In regards to Meta tag key words:

Is it better to use spaces or not?

I read somewhere that the crawlers are skipping key words if there is a space....yet I see websites with very high Google rankings using spaces. 

For example:

custom shirts, t-shirts, funny shirts,

vs.

custom shirts,t-shirts,funnyshirts,

Does anyone have any info on this?

Thanks folks!


----------



## T-BOT (Jul 24, 2006)

i dont think it matters.

keep it on one line, the entire tag. 
line breaks, 2x spaces and stuff like that it may cause confusion.


----------



## Rodney (Nov 3, 2004)

I agree with Lucy, I don't think it matters that much. The bots these days are smart enough to figure it out either way.


----------



## Twinge (Apr 26, 2005)

In addition, meta tags have _very little_ to do with how high a site actually ranks anymore. So what you see on a high ranking site really isn't that strong of an indicator overall; I think Google actually ignores Meta tags entirely now, but they should still be included for other engines.

That said, I agree that the space should not matter.


----------



## MotoskinGraphix (Apr 28, 2006)

Actually I think its no spaces and two or three word phrases should be joined no with a space but an underline dash. examp. vinyl_graphics,decals,roll_call_logos

I didnt do the underline dashes and sometimes my two word phrases are out of sinc on optomizers.

I think this info came from Web CEO software.


----------



## Twinge (Apr 26, 2005)

Yahoo is the only one of the major 3 that seems to care about meta keywords very much, and the one example I could find from Yahoo itself had spaces and no underscores: "dogs, cats, bird cages, pets, guinea pigs".


----------



## MotoskinGraphix (Apr 28, 2006)

Twinge said:


> Yahoo is the only one of the major 3 that seems to care about meta keywords very much, and the one example I could find from Yahoo itself had spaces and no underscores: "dogs, cats, bird cages, pets, guinea pigs".


Yep...those are the major three but I read the other day that a full 25% of internet searches take place on smaller engines. Also the fact that Yahoo is listed is more than enough reason to include them in a sites SEO.


----------



## Rodney (Nov 3, 2004)

> Yep...those are the major three but I read the other day that a full 25% of internet searches take place on smaller engines


That seems like a pretty high percentage. For example, this study from August shows that over 90% of the internet searches are done on the big 3 indexes (Google/Yahoo/MSN):
http://searchenginewatch.com/showPage.html?page=2156431

(AOL's 5.9% is actually Google since Google power's AOL search).

Either way, including meta tags doesn't take but a half a second, so there's no reason not to include them. Whether you give them spaces or not won't effect you too much as long as they are there.

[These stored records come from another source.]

A small parser of our own, with no third-party dependency: the engine needs only MSH, PID,
OBR, OBX, SPM and NTE, and every problem must name its segment occurrence and field
(``OBX[4]-6``), which a general-purpose library does not report. The parser:

* takes the separators from MSH-1 and MSH-2 (any five characters, not only ``|^~\\&``);
* accepts CR, LF or CRLF between segments, and MLLP framing (``0x0B`` ... ``0x1C 0x0D``);
* splits repetitions, components and subcomponents, then undoes escapes (``\\F\\ \\S\\ \\T\\
  \\R\\ \\E\\``, ``\\Xhh\\``, ``\\.br\\``).

Reading (:func:`case_from_hl7`): OBX-3 LOINC codes (coding system ``LN``, first or alternate
triplet) map to inputs through the rulebook's ``InputSpec.loinc``; OBX-5 (``NM``, ``SN``
without comparator, or ``ST`` when the string is a plain number) with OBX-6 UCUM units goes to the case as ``{"value", "unit"}``; OBX-11
``F``/``C``/``U``/``A`` is used, ``P``/``R``/``S`` is preliminary (left out and reported unless
allowed), ``D``/``W``/``X`` are skipped with a notice. The sample type comes from the LOINC
System axis, SPM-4 (or OBR-15 before v2.5), and the OBR-4 panel code; age from a 30525-0 OBX or
PID-7 on the collection date (OBR-7, SPM-17 or OBX-14). OBX-7 and OBX-8 are kept in
:attr:`Hl7ReadResult.observations` for display; no clinical number is read from them.

:func:`iter_messages` splits a file or stream of many messages; :func:`cases_from_hl7` reads
each one, so a bad message gives a result with errors and never stops the batch.
"""

from __future__ import annotations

Once the big 3 search indexes are covered, the other search portals will be covered as well since they use similar search ranking methods.


----------



## Twinge (Apr 26, 2005)

MotoskinGraphix said:


> Yep...those are the major three but I read the other day that a full 25% of internet searches take place on smaller engines. Also the fact that Yahoo is listed is more than enough reason to include them in a sites SEO.

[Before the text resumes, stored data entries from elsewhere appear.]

"""Code tables and the case builder shared by the FHIR and HL7 v2 adapters.

The adapters map *codes and units*; they never convert a value and hold no clinical number.
Which LOINC code feeds which input, and which units an input accepts, come from the rulebook's
input catalogue (``InputSpec.loinc``, ``.unit``, ``.alternatives``). This module adds only what
a rulebook cannot say:

* the specimen axis of LOINC codes (``BldA`` arterial, ``BldV`` venous, ...), from the LOINC
  System part of each code (shared/interop.md 1.2-1.3);
* specimen type codes (SNOMED CT, HL7 table 0487) seen in ``Specimen.type`` and SPM-4;
* a short table of common non-UCUM unit spellings and their UCUM codes (interop.md 2.1);
* :class:`Issue`, the one problem record both adapters report, with the stable codes in
  :data:`ISSUE_CODES`;
* :class:`CaseBuilder`, which collects values found in a message, checks units against the
  catalogue, reports duplicates and specimen conflicts, and returns the engine case.

Where two sources disagree (two values for one input, arterial code with a venous specimen),
the builder reports the conflict and leaves the input out: it never picks one.
"""

from __future__ import annotations

from collections.abc import Iterable, Mapping
from dataclasses import dataclass, field
from datetime import date
from typing import Any, Protocol

__all__ = [
    "ISSUE_CODES",
    "PANEL_SPECIMEN",
    "SAMPLE_DEFINING_INPUTS",
    "SPECIMEN_BY_HL70487",
    "SPECIMEN_BY_LOINC",
    "SPECIMEN_BY_SNOMED",
    "UCUM_SYSTEM",
    "UNIT_ALIASES",
    "CaseBuilder",
    "InputSpecLike",
    "Issue",
    "accepted_units",
    "completed_years",
    "loinc_index",
]

UCUM_SYSTEM = "http://unitsofmeasure.org"

# ----------------------------------------------------------------------------- issue codes
# Stable codes of problems found while reading a message. Never reuse one for a new meaning.
ISSUE_CODES: dict[str, str] = {
    # structure
    "read.not_json_object": "the document is not a JSON object or list of objects",
    "read.unsupported_resource": "resourceType is not Bundle or Observation",
    "read.unsupported_bundle": "Bundle.type is not one the reader accepts",
    "read.unresolved_reference": "a reference points at nothing in the message",
    "hl7.empty": "no HL7 message found",
    "hl7.no_msh": "the message does not start with an MSH segment",
    "hl7.bad_msh": "MSH-1 or MSH-2 (separators) is malformed",
    "hl7.message_type": "the message is not an ORU^R01",
    "hl7.bad_segment": "a line is not a segment (three upper-case letters or digits)",
    "hl7.value_type": "OBX-2 value type does not fit the input",
    "hl7.numeric_st": "a number was sent with value type ST and read as a number",
    "hl7.charset": "MSH-18 names an unsupported character set, or the bytes do not fit it",
    "json.invalid": "a line of a FHIR JSON Lines file is not JSON",
    "hl7.no_control_id": "MSH-10 (message control id) is missing",
    "hl7.too_large": "an MLLP frame is larger than the listener accepts",
    "hl7.delivery": "the result message could not be filed or forwarded",
    "hl7.repetition": "a field repeats where one value is expected",
    "hl7.bad_date": "a date/time field is not in the form YYYYMMDD[HHMM[SS]]",
    # codes
    "code.not_loinc": "the observation carries no LOINC code",
    "code.unknown": "the LOINC code feeds no input of this rulebook",
    "code.ambiguous": "two LOINC codings of one observation feed different inputs",
    # values
    "value.missing": "no value (absent, empty or dataAbsentReason)",
    "value.not_a_number": "the value is not a number",
    "value.censored": "the value carries a comparator (<, >) and is not exact",
    "value.wrong_type": "the value has a type the input cannot take",
    "value.duplicate": "the same input was reported twice with the same value (first kept)",
    "value.conflict": "the same input was reported twice with different values (left out)",
    "value.unknown_code": "a coded value is not among the input's codes",
    # units
    "unit.missing": "a number came without a unit",
    "unit.assumed": "the unit was absent; the input has a single possible unit ([pH])",
    "unit.alias": "a common non-UCUM spelling was read as its UCUM code",
    "unit.not_ucum": "the unit's coding system is not UCUM and the unit is not a known alias",
    "unit.not_accepted": "the unit does not fit the input",
    # status
    "status.not_final": "the result is preliminary (left out unless preliminary is allowed)",
    "status.preliminary_used": "a preliminary result was used because preliminary is allowed",
    "status.skipped": "the result was withdrawn or cancelled and is skipped",
    "status.missing": "the result status is missing or unknown",
    # specimen and patient
    "specimen.conflict": "sources disagree on the sample type (left out)",
    "specimen.unknown": "a specimen type code is not one the reader knows",
    "age.not_computed": "age could not be computed from the birth date",
    "time.mismatch": "the blood gas results carry different collection times",
}

SEVERITIES = ("error", "warning", "notice")


@dataclass(frozen=True)
class Issue:
    """One problem found while reading: where (element path or segment-field), code, text.

    ``severity``: ``error`` (a value was given but cannot be used, or the message is broken),
    ``warning`` (something was ignored that may matter), ``notice`` (expected handling, e.g.
    an entered-in-error result skipped).
    """

    path: str
    code: str
    message: str
    severity: str = "error"

    def __post_init__(self) -> None:
        if self.code not in ISSUE_CODES:
            raise ValueError(f"undocumented issue code {self.code!r}")
        if self.severity not in SEVERITIES:
            raise ValueError(f"severity must be one of {SEVERITIES}, got {self.severity!r}")

    def as_dict(self) -> dict[str, str]:
        return {"path": self.path, "code": self.code, "message": self.message, "severity": self.severity}

    def __str__(self) -> str:
        return f"{self.path}: {self.message}"


class InputSpecLike(Protocol):
    """What the adapters read from a rulebook input (``gasrules`` InputSpec satisfies it)."""

    name: str
    unit: str
    kind: str
    loinc: tuple[str, ...]
    alternatives: Mapping[str, tuple[float, float]]
    codes: tuple[str, ...]


Catalog = Mapping[str, InputSpecLike]

# ----------------------------------------------------------------------------- specimen tables
# The LOINC System axis of the codes in shared/interop.md 1.2-1.3 that name one blood specimen.
# Codes on Bld (unspecified), Ser/Plas or Urine are absent on purpose: they say nothing.
_BY_SPECIMEN: dict[str, tuple[str, ...]] = {
    "arterial": (
        "2744-1",
        "33254-4",
        "2019-8",
        "32771-8",
        "2703-7",
        "19255-9",
        "1960-4",
        "19230-2",
        "2026-3",
        "1925-7",
        "2708-6",
        "30313-1",
        "75928-2",
        "32717-1",
        "32713-0",
        "41650-3",
        "34581-9",
        "59470-5",
        "2518-9",
        "30242-2",
        "41651-1",
        "39481-7",
        "12961-9",
        "21232-4",
        "72927-7",
    ),
    "venous": (
        "2746-6",
        "2021-4",
        "2705-2",
        "14627-4",
        "19232-8",
        "2027-1",
        "1927-3",
        "2711-0",
        "30350-3",
        "93846-4",
        "39791-9",
        "39789-3",
        "41649-5",
        "41645-3",
        "2519-7",
        "41652-9",
        "39480-9",
        "12962-7",
        "101475-2",
        "72926-9",
    ),
    "capillary": (
        "2745-8",
        "2020-6",
        "2704-5",
        "1961-2",
        "1926-5",
        "71851-0",
        "30352-9",
        "39792-7",
        "39790-1",
        "51590-8",
        "41644-6",
        "19239-3",
        "32016-8",
        "51596-5",
        "41653-7",
        "14743-9",
    ),
    "mixed_venous": ("19213-8", "19229-4", "19234-4"),
}
SPECIMEN_BY_LOINC: dict[str, str] = {
    code: specimen for specimen, codes in _BY_SPECIMEN.items() for code in codes
}
# Gas panel codes (parents in hasMember / OBR-4), interop.md 1.2 "Gas panels".
PANEL_SPECIMEN: dict[str, str | None] = {
    "24336-0": "arterial",
    "24339-4": "venous",
    "24337-8": "capillary",
    "24338-6": None,
    "24343-6": None,
}
# Only the gas itself says which sample was drawn: an arterial gas may come with a venous
# chemistry. The specimen axis of other inputs' codes is not used for sample_type.
SAMPLE_DEFINING_INPUTS: tuple[str, ...] = ("ph", "pco2", "po2", "hco3", "base_excess", "so2")
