# Reported values in the engine's order: name -> (scale, unit).
REPORTED = {
    "calculated_ph": (1000.0, "[pH]"),
    "calculated_hco3": (100.0, "mmol/L"),
    "hco3_discrepancy": (100.0, "mmol/L"),
    "anion_gap": (10.0, "mmol/L"),
    "anion_gap_albumin_corrected": (10.0, "mmol/L"),
    "delta_ag": (10.0, "mmol/L"),
    "delta_hco3": (10.0, "mmol/L"),
    "delta_ratio": (100.0, "1"),
    "delta_gap": (10.0, "mmol/L"),
    "expected_pco2": (10.0, "mm[Hg]"),
    "expected_pco2_low": (10.0, "mm[Hg]"),
    "expected_pco2_high": (10.0, "mm[Hg]"),
    "expected_hco3_acute": (10.0, "mmol/L"),
    "expected_hco3_chronic": (10.0, "mmol/L"),
    "pf_ratio": (1.0, "mm[Hg]"),
}
# A reported value is unavailable ("needs ...") when a name it reads directly is unavailable; it
# then names the inputs it rests on that were not given. name -> (direct needs, inputs beneath),
# in the order the engine lists them (its evaluation order).
VALUE_NEEDS = (
    ("calculated_hco3", ("ph", "pco2"), ("pco2", "ph")),
    ("hco3_discrepancy", ("hco3", "calculated_hco3"), ("hco3", "pco2", "ph")),
    ("calculated_ph", ("hco3", "pco2"), ("hco3", "pco2")),
    ("anion_gap", ("na", "cl", "hco3"), ("cl", "hco3", "na")),
    ("anion_gap_albumin_corrected", ("anion_gap", "albumin"), ("albumin", "cl", "hco3", "na")),
    ("expected_pco2", ("hco3",), ("hco3",)),
    ("expected_pco2_low", ("expected_pco2",), ("hco3",)),
    ("expected_pco2_high", ("expected_pco2",), ("hco3",)),
    ("expected_hco3_acute", ("pco2",), ("pco2",)),
    ("expected_hco3_chronic", ("pco2",), ("pco2",)),
    ("delta_ag", ("ag_used",), ("cl", "hco3", "na")),
    ("delta_hco3", ("hco3",), ("hco3",)),
    ("delta_ratio", ("delta_ag", "delta_hco3"), ("cl", "hco3", "na")),
    ("delta_gap", ("delta_ag", "delta_hco3"), ("cl", "hco3", "na")),
    ("pf_ratio", ("po2", "fio2", "sample_type"), ("fio2", "po2", "sample_type")),
)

Looks like it's more like ~9-11% of searches are outside the top 3 (because AOL uses Google search, which would add another ~6% if it was different). Of course, even if there were only 5% of used engines that used meta keywords it'd still be worth it most likely. My main point was that Yahoo is the most important contender as far as meta keywords go, and that (what I posted above) APPEARS to be how they suggest you list them.


----------



## MotoskinGraphix (Apr 28, 2006)

I guess after the again non pro factoids and different articles related too...It might be well worth the simple effort. I just read what I read and we all know how the media reports. I couldnt tell you about specifics of international searches etc or parameters they go by. If I am wrong there is no disconnect in that. I love you guys but for first time website builders there may be some relevance in keywords and meta tags, obviously for Yahoo. The crazy thing is we dont know what the next set of parameters could be.


----------



## Twinge (Apr 26, 2005)

Moto: You've got to read the whole post, man =) As I said above, I agree that it certainly is worthwhile to add meta keywords; it's just not _that_ important.


----------



## MotoskinGraphix (Apr 28, 2006)

Twinge said:


> Moto: You've got to read the whole post, man =) As I said above, I agree that it certainly is worthwhile to add meta keywords; it's just not _that_ important.


Yeah I know...been completely outa sorts lately. My focus is redirected completely. My PDR business, Graphic business, T-shirt endeavor, Building a Website for another business and getting into the promotions game as well as planning the next quarters worth of events...and Christmas. Everything is good just gotta get back to my cheery self.


----------



## kenfuji (Sep 15, 2006)

adding meta's on you site doesn't hurt since yahoo engine uses it. how much of it is used remains to be seen.

for most of my sites i just add a simple list of keywords and meta discription. it only takes a few minutes to do and for the key words all you do is go to overture.com and find the popular key words in the keyword generator for the previous month.


----------